**EXERCISE BRIEF:** Within the records, determine how many lines contain the word "import". Your reply must consist of that number only.

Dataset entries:
==========

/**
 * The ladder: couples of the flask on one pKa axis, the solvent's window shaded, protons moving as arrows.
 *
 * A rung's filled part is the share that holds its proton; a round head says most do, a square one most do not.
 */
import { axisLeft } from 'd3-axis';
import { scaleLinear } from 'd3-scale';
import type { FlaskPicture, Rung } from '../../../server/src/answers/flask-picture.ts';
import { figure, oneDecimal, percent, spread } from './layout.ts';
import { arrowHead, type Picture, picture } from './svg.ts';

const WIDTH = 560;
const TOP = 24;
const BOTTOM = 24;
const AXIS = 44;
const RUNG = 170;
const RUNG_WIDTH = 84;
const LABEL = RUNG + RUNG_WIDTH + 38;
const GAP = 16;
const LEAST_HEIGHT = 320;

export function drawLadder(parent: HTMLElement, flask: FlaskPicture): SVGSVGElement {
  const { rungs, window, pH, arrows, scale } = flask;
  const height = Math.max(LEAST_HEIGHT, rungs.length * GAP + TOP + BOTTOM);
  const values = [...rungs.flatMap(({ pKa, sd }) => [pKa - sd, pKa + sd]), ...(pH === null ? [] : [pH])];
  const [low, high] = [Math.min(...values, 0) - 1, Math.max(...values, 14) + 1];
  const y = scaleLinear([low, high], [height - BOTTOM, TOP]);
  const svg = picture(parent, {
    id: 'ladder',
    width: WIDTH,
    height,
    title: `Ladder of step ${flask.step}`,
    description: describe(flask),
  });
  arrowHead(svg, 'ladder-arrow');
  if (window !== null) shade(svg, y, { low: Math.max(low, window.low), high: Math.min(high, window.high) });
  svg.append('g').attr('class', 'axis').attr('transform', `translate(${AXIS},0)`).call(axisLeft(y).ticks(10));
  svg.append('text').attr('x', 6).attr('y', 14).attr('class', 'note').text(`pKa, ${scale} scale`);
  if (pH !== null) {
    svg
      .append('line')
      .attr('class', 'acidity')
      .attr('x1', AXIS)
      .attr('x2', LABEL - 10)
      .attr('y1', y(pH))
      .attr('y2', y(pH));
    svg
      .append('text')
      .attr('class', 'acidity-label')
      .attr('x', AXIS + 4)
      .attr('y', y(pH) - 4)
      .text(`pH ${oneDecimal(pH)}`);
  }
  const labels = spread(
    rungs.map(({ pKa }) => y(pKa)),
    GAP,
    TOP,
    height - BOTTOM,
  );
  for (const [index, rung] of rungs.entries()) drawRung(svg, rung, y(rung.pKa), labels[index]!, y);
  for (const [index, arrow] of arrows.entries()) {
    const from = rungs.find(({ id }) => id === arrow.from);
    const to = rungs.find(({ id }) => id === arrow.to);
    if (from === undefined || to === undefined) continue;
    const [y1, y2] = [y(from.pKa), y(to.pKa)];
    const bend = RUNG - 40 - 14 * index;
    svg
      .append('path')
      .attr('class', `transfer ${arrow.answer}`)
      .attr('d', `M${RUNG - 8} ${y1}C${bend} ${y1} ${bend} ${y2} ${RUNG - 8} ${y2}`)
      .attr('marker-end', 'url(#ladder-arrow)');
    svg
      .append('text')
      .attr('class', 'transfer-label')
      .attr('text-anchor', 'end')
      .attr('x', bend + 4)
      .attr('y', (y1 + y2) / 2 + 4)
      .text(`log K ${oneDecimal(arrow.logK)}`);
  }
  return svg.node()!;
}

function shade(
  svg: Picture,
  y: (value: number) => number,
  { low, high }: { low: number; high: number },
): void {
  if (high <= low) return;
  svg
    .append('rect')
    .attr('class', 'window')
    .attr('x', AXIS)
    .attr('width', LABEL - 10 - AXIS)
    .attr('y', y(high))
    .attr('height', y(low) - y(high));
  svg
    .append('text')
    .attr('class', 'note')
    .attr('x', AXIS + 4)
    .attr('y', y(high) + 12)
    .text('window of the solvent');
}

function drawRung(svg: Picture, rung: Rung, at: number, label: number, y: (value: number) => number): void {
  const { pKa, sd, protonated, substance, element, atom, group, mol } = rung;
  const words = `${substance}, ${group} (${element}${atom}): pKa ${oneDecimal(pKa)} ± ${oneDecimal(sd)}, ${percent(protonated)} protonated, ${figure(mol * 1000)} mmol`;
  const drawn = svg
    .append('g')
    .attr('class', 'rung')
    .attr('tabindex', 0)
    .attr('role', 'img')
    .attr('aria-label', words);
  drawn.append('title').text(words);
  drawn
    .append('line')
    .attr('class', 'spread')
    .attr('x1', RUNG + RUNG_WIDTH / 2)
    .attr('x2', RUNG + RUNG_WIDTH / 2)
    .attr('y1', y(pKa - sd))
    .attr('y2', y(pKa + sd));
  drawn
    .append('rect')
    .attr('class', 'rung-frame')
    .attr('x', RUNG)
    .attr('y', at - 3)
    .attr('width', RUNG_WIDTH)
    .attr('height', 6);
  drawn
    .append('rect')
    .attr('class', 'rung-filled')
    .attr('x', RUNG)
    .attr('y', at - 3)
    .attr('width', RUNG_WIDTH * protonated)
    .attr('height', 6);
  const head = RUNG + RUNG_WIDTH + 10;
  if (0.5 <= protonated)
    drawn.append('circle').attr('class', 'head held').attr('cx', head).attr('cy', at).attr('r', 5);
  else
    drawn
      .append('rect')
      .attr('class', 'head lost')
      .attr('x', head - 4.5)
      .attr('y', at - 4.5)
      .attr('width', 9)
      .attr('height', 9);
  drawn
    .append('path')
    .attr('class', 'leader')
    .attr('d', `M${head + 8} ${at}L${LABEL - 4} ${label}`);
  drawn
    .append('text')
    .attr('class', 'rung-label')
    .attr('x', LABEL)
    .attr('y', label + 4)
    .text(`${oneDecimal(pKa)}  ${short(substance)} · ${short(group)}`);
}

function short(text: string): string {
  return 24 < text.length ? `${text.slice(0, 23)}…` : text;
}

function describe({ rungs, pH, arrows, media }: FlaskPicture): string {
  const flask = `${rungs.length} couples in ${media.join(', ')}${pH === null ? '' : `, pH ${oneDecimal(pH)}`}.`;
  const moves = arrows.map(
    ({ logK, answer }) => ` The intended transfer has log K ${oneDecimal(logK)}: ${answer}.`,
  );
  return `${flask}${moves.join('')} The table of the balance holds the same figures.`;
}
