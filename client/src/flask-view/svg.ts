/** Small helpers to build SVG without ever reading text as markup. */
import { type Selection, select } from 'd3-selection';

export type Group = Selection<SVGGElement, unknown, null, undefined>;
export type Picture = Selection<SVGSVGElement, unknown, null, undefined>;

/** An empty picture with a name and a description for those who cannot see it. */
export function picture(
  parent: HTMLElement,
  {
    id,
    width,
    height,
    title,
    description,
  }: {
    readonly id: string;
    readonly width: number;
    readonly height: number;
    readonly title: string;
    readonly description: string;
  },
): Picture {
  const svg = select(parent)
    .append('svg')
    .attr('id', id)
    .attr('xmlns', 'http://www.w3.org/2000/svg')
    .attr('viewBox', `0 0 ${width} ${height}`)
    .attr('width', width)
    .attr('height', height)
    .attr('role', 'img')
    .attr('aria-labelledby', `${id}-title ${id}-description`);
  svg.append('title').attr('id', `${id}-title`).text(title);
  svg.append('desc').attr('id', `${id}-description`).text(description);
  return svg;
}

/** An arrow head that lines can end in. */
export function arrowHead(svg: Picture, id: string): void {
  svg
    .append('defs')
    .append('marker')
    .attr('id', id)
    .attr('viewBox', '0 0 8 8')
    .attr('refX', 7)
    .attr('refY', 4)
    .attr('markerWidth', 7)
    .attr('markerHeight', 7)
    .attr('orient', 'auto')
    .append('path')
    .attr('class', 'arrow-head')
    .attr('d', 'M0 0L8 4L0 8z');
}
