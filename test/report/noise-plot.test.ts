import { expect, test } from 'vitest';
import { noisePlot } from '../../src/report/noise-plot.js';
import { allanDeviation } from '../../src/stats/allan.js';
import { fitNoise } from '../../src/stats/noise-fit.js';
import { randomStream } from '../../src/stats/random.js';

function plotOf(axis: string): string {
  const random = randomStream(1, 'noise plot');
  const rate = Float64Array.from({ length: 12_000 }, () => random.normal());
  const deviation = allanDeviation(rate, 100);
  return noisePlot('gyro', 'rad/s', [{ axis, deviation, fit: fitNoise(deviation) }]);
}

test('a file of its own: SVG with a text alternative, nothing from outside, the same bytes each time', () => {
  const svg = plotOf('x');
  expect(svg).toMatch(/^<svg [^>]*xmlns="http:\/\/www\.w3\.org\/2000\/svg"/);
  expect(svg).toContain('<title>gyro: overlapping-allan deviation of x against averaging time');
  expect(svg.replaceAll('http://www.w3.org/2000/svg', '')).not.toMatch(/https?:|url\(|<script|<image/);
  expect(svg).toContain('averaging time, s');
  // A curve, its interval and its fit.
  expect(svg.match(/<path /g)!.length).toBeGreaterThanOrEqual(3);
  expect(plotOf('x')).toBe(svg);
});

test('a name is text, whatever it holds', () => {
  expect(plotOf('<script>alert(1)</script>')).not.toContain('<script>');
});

==========

**RESULT:** 11